Lolly did cry for the first 6 nights that she was in her crate and I'd say she learnt to tolerate her crate rather than love it. But she was toilet trained very fast with very few accidents. She only wee'd in her crate the first night. Lolly is nearly 7 months old now and we have just got rid of the crate now that we feel we can trust her not to destroy things if she's left alone. 

I have to say that I would have been constantly worrying about what Lolly was up to when she was younger and we weren't around if we didn't have the crate. I would have been scared for her safety as well as my furniture!! lol

It's a very personal choice, so you need to do some research and decide what suits you, your family and your puppy.


----------



## doreen (Sep 17, 2011)

*new puppy*

Hi yes after reading lots of the stories on here l can see there is lots of benefits with using a crate,but l think its as you say its personal choice l have bought a safety gate for the kitchen which is quite small with a tiled floor so l think l may just see how we go,theres not much he can hurt in there 
thanks anyway


----------



## tinal38 (Aug 8, 2011)

Doreen - I chose not to use a crate but do have a puppy "pen" set up in our kitchen for Chip - its about a 4 foot by 4 foot space and I leave him in it at night, when I can't watch him, and when I'm gone. I'm just starting to leave him in the main kitchen out of the pen for short trips. I keep a puppy pad in there for him as well, and it has worked well for us.
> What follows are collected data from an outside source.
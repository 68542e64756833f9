//! Record scanner over decoded UTF-8 bytes.
//!
//! Quoting follows RFC 4180 section 2: a field may be enclosed in double quotes; inside, a
//! doubled quote stands for one quote, and delimiters and line breaks are literal. Lenient
//! where exports are sloppy (common practice, no source): spaces before an opening quote are
//! dropped, text after a closing quote is kept, a quote inside an unquoted field is literal.
//! Line breaks are LF, CRLF or a lone CR (classic Mac exports).

/// One record: unquoted field bytes back to back, and where each field ends.
#[derive(Default, Debug, Clone)]
pub struct Record {
    pub buf: Vec<u8>,
    pub ends: Vec<usize>,
}

impl Record {
    #[inline]
    pub fn len(&self) -> usize {
        self.ends.len()
    }
    #[inline]
    pub fn field(&self, i: usize) -> &[u8] {
        let s = if i == 0 { 0 } else { self.ends[i - 1] };
        &self.buf[s..self.ends[i]]
    }
    /// Number of fields after dropping trailing fields that are empty or white space.
    pub fn width(&self) -> usize {
        let mut w = self.len();
        while w > 0 && super::amount::trim_cell(self.field(w - 1)).is_empty() {
            w -= 1;
        }
        w
    }
    pub fn fields(&self) -> impl Iterator<Item = &[u8]> {
        (0..self.len()).map(move |i| self.field(i))
    }
}

/// Bytes that end an unquoted run: the delimiter, CR, LF.
pub struct Scanner {
    special: [bool; 256],
    pub delim: u8,
}

/// Outcome of scanning one record.
pub enum Scan {
    /// A complete record; `next` is where the following record starts, `lines` the line
    /// breaks consumed (inside quotes and the terminator).
    Done { next: usize, lines: u64 },
    /// The record is not complete in the data given (more data needed).
    More,
}

#[inline]
fn count_breaks(s: &[u8]) -> u64 {
    let mut n = 0;
    for (i, &b) in s.iter().enumerate() {
        if b == b'\n' || (b == b'\r' && s.get(i + 1) != Some(&b'\n')) {
            n += 1;
        }
    }
    n
}

impl Scanner {
    pub fn new(delim: u8) -> Scanner {
        let mut special = [false; 256];
        special[delim as usize] = true;
        special[b'\n' as usize] = true;
        special[b'\r' as usize] = true;
        Scanner { special, delim }
    }

    /// Scan the record starting at `data[pos]` (pos < data.len()). `eof`: no more data
    /// will follow, so the end of `data` ends the record.
    pub fn scan(&self, data: &[u8], pos: usize, eof: bool, rec: &mut Record) -> Scan {
        rec.buf.clear();
        rec.ends.clear();
        let n = data.len();
        let mut i = pos;
        let mut lines = 0u64;
        loop {
            // Quoted field?
            let mut j = i;
            while j < n && data[j] == b' ' {
                j += 1;
            }
            if j < n && data[j] == b'"' {
                j += 1;
                loop {
                    let q = match data[j..].iter().position(|&b| b == b'"') {
                        Some(k) => j + k,
                        None => {
                            if !eof {
                                return Scan::More;
                            }
                            // Unclosed quote at the end of the file: take the rest.
                            lines += count_breaks(&data[j..]);
                            rec.buf.extend_from_slice(&data[j..]);
                            rec.ends.push(rec.buf.len());
                            return Scan::Done { next: n, lines };
                        }
                    };
                    lines += count_breaks(&data[j..q]);
                    rec.buf.extend_from_slice(&data[j..q]);
                    if q + 1 < n && data[q + 1] == b'"' {
                        rec.buf.push(b'"');
                        j = q + 2;
                        continue;
                    }
                    if q + 1 == n && !eof {
                        return Scan::More;
                    }
                    j = q + 1;
                    break;
                }
                i = j;
            }
            let st = i;
            while i < n && !self.special[data[i] as usize] {
                i += 1;
            }
            rec.buf.extend_from_slice(&data[st..i]);
            rec.ends.push(rec.buf.len());
            if i == n {
                return if eof { Scan::Done { next: n, lines } } else { Scan::More };
            }
            let b = data[i];
            if b == self.delim {
                i += 1;
                if i == n && !eof {
                    return Scan::More;
                }
                if i == n {
                    rec.ends.push(rec.buf.len());
                    return Scan::Done { next: n, lines };
                }
                continue;
            }
            if b == b'\n' {
                return Scan::Done { next: i + 1, lines: lines + 1 };
            }
            // CR: CRLF or a lone CR.
            if i + 1 < n {
                let next = if data[i + 1] == b'\n' { i + 2 } else { i + 1 };
                return Scan::Done { next, lines: lines + 1 };
            }
            return if eof { Scan::Done { next: n, lines: lines + 1 } } else { Scan::More };
        }
    }
}

#[cfg(test)]
mod tests {
    use super::*;

    fn all(data: &str, d: u8) -> Vec<(Vec<String>, u64)> {
        let sc = Scanner::new(d);
        let mut rec = Record::default();
        let mut pos = 0;
        let mut line = 1;
        let mut out = vec![];
        while pos < data.len() {
            match sc.scan(data.as_bytes(), pos, true, &mut rec) {
                Scan::Done { next, lines } => {
                    out.push((rec.fields().map(|f| String::from_utf8_lossy(f).into_owned()).collect(), line));
                    line += lines;
                    pos = next;
                }
                Scan::More => unreachable!(),
            }
        }
        out
    }

    #[test]
    fn rfc4180_examples() {
        // RFC 4180 section 2, rules 5-7: quoted fields with CRLF, commas and doubled quotes.
        let r = all("aaa,\"b\r\nbb\",ccc\r\nzzz,yyy,xxx\r\n", b',');
        assert_eq!(r[0].0, vec!["aaa", "b\r\nbb", "ccc"]);
        assert_eq!(r[1].0, vec!["zzz", "yyy", "xxx"]);
        assert_eq!(r[1].1, 3, "second record starts on physical line 3");
        let r = all("\"aaa\",\"b\"\"bb\",\"ccc\"", b',');
        assert_eq!(r[0].0, vec!["aaa", "b\"bb", "ccc"]);
        let r = all("a;b;\n\rc;d", b';');
        assert_eq!(r.len(), 3);
        assert_eq!(r[0].0, vec!["a", "b", ""]);
        assert_eq!(r[1].0, vec![""], "a lone CR ends a (blank) line");
        assert_eq!(r[2].0, vec!["c", "d"]);
        assert_eq!(r[2].1, 3);
    }
}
I keep waffling and wondering if I should also have crate trained in case we have to take him somewhere in a crate, but I know its probably too late now!

Good luck and enjoy!


----------



## sharplesfamily (Apr 28, 2011)

Hi Doreen and welcome!! How exciting for you!!! 

We use a crate as JD advised us to as did so many people so decided they all knew better than us new puppy owners! However, our main reason for it was to get Luna sleeping all night (I need my sleep!!!) and the crate has definitely done this. From Day 1 she has slept all night, & she happily goes in there every night. BUT as it's in our bathroom near our bedrooms, we have just a vet bed in the kitchen which we move into the lounge or dining room depending on where we are. Luna therefore never uses her crate in the day, except when we shut her in the bathroom when we go out. So perhaps you could use one for night time only (in any room) and use just a bed for during the day? Just a thought...


----------



## MrsH (Feb 20, 2011)

Hi Doreen
Like you, I didn't use a crate last time but someone who has a cocker said they love a 'den'. We picked Bertie up last sat and he loves his. Went in straight away and goes in when he's tired or when kids get boisterous! Sleeps in it all night. Also, with our old dog, we moved house when he was older and had problems with leaving him in the new house. My vet suggested that a crate can give them a secure place long term wherever you go...just a thought.
Catriona


----------



## MillieDog (Jun 1, 2011)

If you do decide to go for a crate. Don't forget to put a blanket or something over the top to make it like a den. They feel more secure that way.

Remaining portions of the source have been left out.